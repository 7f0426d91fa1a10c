import type { Report } from '../../core/check/report.ts';
import type { Numbers } from '../../core/sheet/numbers.ts';
import { sheetWords as say } from '../../core/sheet/sheetWords.ts';
import { verdictSentence } from '../../core/sheet/verdictSentence.ts';

/** The verdict's word, the ratio of what governs, and the sentence. */
export const verdictLine = (report: Report, numbers: Numbers): readonly [lead: string, sentence: string] => {
  const governing = report.checks.find(({ id }) => id === report.governing);
  const stated = report.verdict !== 'refer' && governing?.utilisation != null;
  const number = stated ? ` ${numbers.ratio(governing.utilisation)}` : '';
  return [`${say.verdict[report.verdict]}${number}  `, verdictSentence(report, numbers)];
};
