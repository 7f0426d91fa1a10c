import type { Check, Report } from '../../core/check/report.ts';
import { limitText } from '../../core/sheet/fitLimit.ts';
import type { Numbers } from '../../core/sheet/numbers.ts';
import { sheetWords as say } from '../../core/sheet/sheetWords.ts';

export const titleOf = ({ title, ofText }: Pick<Check, 'title' | 'ofText'>): string =>
  ofText ? `${title}, ${ofText}` : title;

const referring = (report: Report, governing: Check | undefined, numbers: Numbers): string => {
  const refers = report.checks.filter(({ state }) => state === 'refer');
  const reasons = [...new Set(refers.map(({ reasonText = '' }) => reasonText))].filter(Boolean);
  const least = governing && governing.state !== 'refer' && governing.reactionAtFailure;
  const others = least ? say.leastOthers(titleOf(governing), `${numbers.failsAt(least)} ${numbers.force}`) : '';
  return say.refers(refers.map(titleOf).join(', '), reasons.join('; ')) + others;
};

/** What decides, in one sentence. */
const sentence = (report: Report, governing: Check | undefined, numbers: Numbers): string => {
  if (report.verdict === 'refer') return referring(report, governing, numbers);
  if (!governing) return '';
  const { reactionAtFailure: at, unit } = governing;
  const title = titleOf(governing);
  if (governing.id.startsWith('fit-')) {
    const given = `${numbers.amount(governing.resistance, unit)} ${unit}`;
    return say.failsByRule(title, given, `${limitText(numbers, governing)} ${unit}`);
  }
  if (at === undefined || at === null)
    return say.governsWithoutReaction(
      title,
      `${numbers.amount(governing.demand, unit)} ${unit}`,
      `${numbers.amount(governing.resistance, unit)} ${unit}`,
    );
  const says = report.verdict === 'fails' ? say.governsFailing : say.governs;
  return says(title, `${numbers.load(report.reaction)} ${numbers.force}`, `${numbers.failsAt(at)} ${numbers.force}`);
};

/** The verdict's word, the ratio of what governs, and the sentence. */
export const verdictLine = (report: Report, numbers: Numbers): readonly [lead: string, sentence: string] => {
  const governing = report.checks.find(({ id }) => id === report.governing);
  const stated = report.verdict !== 'refer' && governing?.utilisation != null;
  const number = stated ? ` ${numbers.ratio(governing.utilisation)}` : '';
  return [`${say.verdict[report.verdict]}${number}  `, sentence(report, governing, numbers)];
};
———
Nothing but the lines from the one containing "if (at === undefined || at === null)" through the last line of the data above should be set down, word for word.

  if (at === undefined || at === null)
    return say.governsWithoutReaction(
      title,
      `${numbers.amount(governing.demand, unit)} ${unit}`,
      `${numbers.amount(governing.resistance, unit)} ${unit}`,
    );
  const says = report.verdict === 'fails' ? say.governsFailing : say.governs;
  return says(title, `${numbers.load(report.reaction)} ${numbers.force}`, `${numbers.failsAt(at)} ${numbers.force}`);
};

/** The verdict's word, the ratio of what governs, and the sentence. */
export const verdictLine = (report: Report, numbers: Numbers): readonly [lead: string, sentence: string] => {
  const governing = report.checks.find(({ id }) => id === report.governing);
  const stated = report.verdict !== 'refer' && governing?.utilisation != null;
  const number = stated ? ` ${numbers.ratio(governing.utilisation)}` : '';
  return [`${say.verdict[report.verdict]}${number}  `, sentence(report, governing, numbers)];
};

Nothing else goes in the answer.